If health care reform is to work, it needs to bring the level of uninsured people in states where the fewest people have it, compared to the national level, at least up to the national benchmark. In some areas, there is a long way to go.
According to new information from Gallup:
For the fifth straight year, Texas has the highest uninsured rate in the country — the 28.8% of adult Texans lacking healthcare coverage in 2012 is the highest for any state since Gallup and Healthways started tracking insurance coverage in January 2008. This widens the gap between Texas and the state with the second-highest uninsured rate in the country, Louisiana (24.0%), to 4.8 percentage points — the largest number separating these two spots on record. Massachusetts continues to have the lowest uninsured rate in the U.S., at 4.5%.
The difference between Massachusetts and Texas is breathtaking. Some of this may have to do with differences in state law. However, a larger factor is likely to be poverty.
The poverty rate in Texas is not the highest among all states. That distinction goes to Mississippi, where the rate averaged 21.2% from 2006 to 2010. Mississippi is on Gallup’s list of states with the largest percentage of people who are uninsured. Other matches between the 10 highest uninsured and 10 highest poverty rates include Louisiana, Arkansas and Texas.

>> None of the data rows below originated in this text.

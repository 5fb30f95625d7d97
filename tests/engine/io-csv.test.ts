import assert from 'node:assert/strict';
import { describe, it } from 'node:test';
import { parseRoomCsv, protectCell, unprotectCell, writeRoomCsv, type Issue } from '../../shared/engine/io/index';

function only(issues: Issue[], code: string): Issue {
  const found = issues.filter((i) => i.code === code);
  assert.equal(found.length, 1, `expected one ${code}, got ${JSON.stringify(issues)}`);
  return found[0];
}

describe('CSV ties', () => {
  it('reads a header, strengths, and people in order of first appearance', () => {
    const r = parseRoomCsv('source,target,strength\na,b,2\nb,c,0.5\nc,a,\n');
    assert.deepEqual(r.errors, []);
    assert.deepEqual(r.graph.ids, ['a', 'b', 'c']);
    assert.equal(r.graph.directed, false);
    assert.deepEqual(r.graph.ties, [
      { source: 0, target: 1, strength: 2 },
      { source: 1, target: 2, strength: 0.5 },
      { source: 2, target: 0, strength: 1 },
    ]);
    assert.equal(r.meta.delimiter, ',');
  });

  it('without a strength column every tie has strength 1; "weight" is accepted as the column name', () => {
    assert.deepEqual(parseRoomCsv('source,target\nx,y\n').graph.ties, [{ source: 0, target: 1, strength: 1 }]);
    assert.deepEqual(parseRoomCsv('Source,Target,Weight\nx,y,3\n').graph.ties, [{ source: 0, target: 1, strength: 3 }]);
  });

  it('detects semicolons, says so, and reads decimal commas', () => {
    const r = parseRoomCsv('source;target;strength\na;b;2,5\n');
    assert.deepEqual(r.errors, []);
    assert.equal(r.meta.delimiter, ';');
    assert.match(only(r.warnings, 'delimiter').message, /semicolons/);
    assert.equal(r.graph.ties[0].strength, 2.5);
  });

  it('strips a byte-order mark and handles CRLF and quoted cells with commas, quotes and line breaks', () => {
    const r = parseRoomCsv('\uFEFFsource,target,strength\r\n"Lee, A.","say ""hi""\nthere",1\r\nb,c,1\r\n');
    assert.deepEqual(r.errors, []);
    assert.deepEqual(r.graph.ids, ['Lee, A.', 'say "hi"\nthere', 'b', 'c']);
    // the record after a quoted line break is on line 4
    const bad = parseRoomCsv('source,target,strength\n"a\nb",c,1\nd,e,x\n');
    assert.equal(only(bad.errors, 'bad-strength').line, 4);
  });

  it('reads directed ties when asked', () => {
    const r = parseRoomCsv('source,target\na,b\nb,a\n', undefined, { directed: true });
    assert.equal(r.graph.directed, true);
    assert.equal(r.graph.ties.length, 2);
    assert.deepEqual(r.warnings, []);
  });

  it('names line and field for bad strengths: zero, negative, text, non-finite, enormous', () => {
    const r = parseRoomCsv('source,target,strength\na,b,0\na,c,-2\na,d,strong\na,e,Infinity\na,f,1e400\na,g,5e12\na,h,0x10\n');
    const bad = r.errors.filter((e) => e.code === 'bad-strength');
    assert.deepEqual(
      bad.map((e) => e.line),
      [2, 3, 4, 5, 6, 7, 8],
    );
    assert.ok(bad.every((e) => e.field === 'strength' && e.file === 'ties'));
    assert.match(bad[0].message, /not positive/);
    assert.match(bad[1].message, /not positive/);
    assert.match(bad[2].message, /"strong" is not a number/);
    assert.match(bad[3].message, /not a number/);
    assert.match(bad[4].message, /not a finite number/);
    assert.match(bad[5].message, /too large/);
    assert.match(bad[6].message, /not a number/);
    assert.equal(parseRoomCsv('source,target,strength\na,b,50\n', undefined, { maxStrength: 10 }).errors[0].code, 'bad-strength');
  });

  it('rejects self-ties with the line', () => {
    const e = only(parseRoomCsv('source,target\na,b\nb,b\n').errors, 'self-tie');
    assert.equal(e.line, 3);
    assert.match(e.message, /"b" is tied to themself/);
  });

  it('merges duplicate ties by summing, with a warning naming both lines (undirected: a-b equals b-a)', () => {
    const r = parseRoomCsv('source,target,strength\na,b,1\nb,a,2\na,b,0.5\n');
    assert.deepEqual(r.errors, []);
    assert.deepEqual(r.graph.ties, [{ source: 0, target: 1, strength: 3.5 }]);
    const w = r.warnings.filter((x) => x.code === 'duplicate-tie');
    assert.deepEqual(
      w.map((x) => x.line),
      [3, 4],
    );
    assert.match(w[0].message, /line 2/);
    // directed: a->b and b->a are two ties
    assert.equal(parseRoomCsv('source,target\na,b\nb,a\n', undefined, { directed: true }).graph.ties.length, 2);
  });

  it('reports missing header columns and short rows', () => {
    const e = only(parseRoomCsv('from_person,to_person\na,b\n').errors, 'missing-column');
    assert.equal(e.line, 1);
    assert.match(e.message, /no source or target column/);
    const short = only(parseRoomCsv('source,target\na\n').errors, 'missing-field');
    assert.equal(short.line, 2);
    assert.equal(short.field, 'target');
  });

  it('reports an unclosed quote with its line', () => {
    const e = only(parseRoomCsv('source,target\na,"b\nc,d\n').errors, 'syntax');
    assert.equal(e.line, 2);
  });

  it('an empty file and a header-only file are empty rooms', () => {
    assert.equal(parseRoomCsv('').errors[0].code, 'missing-column');
    assert.equal(only(parseRoomCsv('source,target\n').errors, 'empty-room').code, 'empty-room');
  });

  it('refuses rooms over the size limits', () => {
    const rows = ['source,target', ...Array.from({ length: 10 }, (_, i) => `p${i},p${i + 1}`)].join('\n');
    const e = only(parseRoomCsv(rows, undefined, { maxPeople: 5 }).errors, 'room-too-large');
    assert.match(e.message, /more than 5 people/);
    // p5 is the sixth person, first seen on line 6
    assert.equal(e.line, 6);
    assert.match(only(parseRoomCsv(rows, undefined, { maxTies: 3 }).errors, 'room-too-large').message, /more than 3 ties/);
    assert.equal(parseRoomCsv(rows, undefined, { maxChars: 20 }).errors[0].code, 'too-large');
  });
});

describe('CSV people file', () => {
  const people = 'id,name,group\nA1,Ann,North\nB2,Ben,\nC3,Cat,South\n';

  it('gives labels, groups and the input order; ties must use its ids', () => {
    const r = parseRoomCsv('source,target\nC3,A1\nB2,A1\n', people);
    assert.deepEqual(r.errors, []);
    assert.deepEqual(r.graph.ids, ['A1', 'B2', 'C3']);
    assert.deepEqual(r.graph.labels, ['Ann', 'Ben', 'Cat']);
    assert.deepEqual(r.graph.groups, ['North', null, 'South']);
  });

  it('names unknown ids in ties with line and field', () => {
    const e = only(parseRoomCsv('source,target\nA1,Z9\n', people).errors, 'unknown-id');
    assert.equal(e.line, 2);
    assert.equal(e.field, 'target');
    assert.match(e.message, /"Z9" is not a person/);
  });

  it('names duplicate people with both lines', () => {
    const e = only(parseRoomCsv('source,target\nA1,B2\n', 'id,name\nA1,Ann\nB2,Ben\nA1,Again\n').errors, 'duplicate-person');
    assert.equal(e.file, 'people');
    assert.equal(e.line, 4);
    assert.match(e.message, /first at line 2/);
  });

  it('warns about people without ties', () => {
    const w = only(parseRoomCsv('source,target\nA1,B2\n', people).warnings, 'isolated-person');
    assert.equal(w.file, 'people');
    assert.equal(w.line, 4);
  });
});

describe('CSV formula-injection protection', () => {
  // OWASP, "CSV Injection" (common practice): cells starting with = + - @ tab or CR get a leading quote.
  it('prefixes dangerous cells with a quote and removes exactly that quote on reading', () => {
    for (const s of ['=SUM(A1)', '+1', '-2', '@cmd', '\tx', '\rx', "'=x", "''-y"]) {
      assert.equal(protectCell(s)[0], "'");
      assert.equal(unprotectCell(protectCell(s)), s);
    }
    for (const s of ['plain', "it's", "'quoted", '1.5']) assert.equal(protectCell(s), s);
  });

  it('writes protected people and ties files', () => {
    const files = writeRoomCsv({
      ids: ['=HYPERLINK("x")', '-3', 'ok'],
      labels: ['@boss', 'Mo', 'ok'],
      directed: false,
      ties: [
        { source: 0, target: 1, strength: 2 },
        { source: 1, target: 2, strength: 1 },
      ],
    });
    assert.ok(files.people.includes(`"'=HYPERLINK(""x"")"`));
    assert.ok(files.people.includes("'@boss"));
    assert.ok(files.ties.startsWith('source,target,strength\r\n'));
    for (const line of files.ties.split('\r\n').slice(1)) assert.ok(!/^[=+\-@]/.test(line) && !/,[=+\-@]/.test(line), line);
  });
});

At the end of the spectrum, where the rates of life insurance among residents are high and poverty rates are low are Massachusetts, Connecticut, and Hawaii. And, in almost all cases, the states where people have the rates of insurance, poverty rates are well below the national averages.
There is nothing shocking about the match between insurance rates and poverty. But it does create a measure by which the success of health care reform can be measured.
Methodology: Results are based on telephone interviews conducted as part of the Gallup-Healthways Well-Being Index survey Jan. 1 to Dec. 31, 2012, with a random sample of 353,564 adults, aged 18 and older, living in all 50 U.S. states and the District of Columbia, selected using random-digit-dial sampling.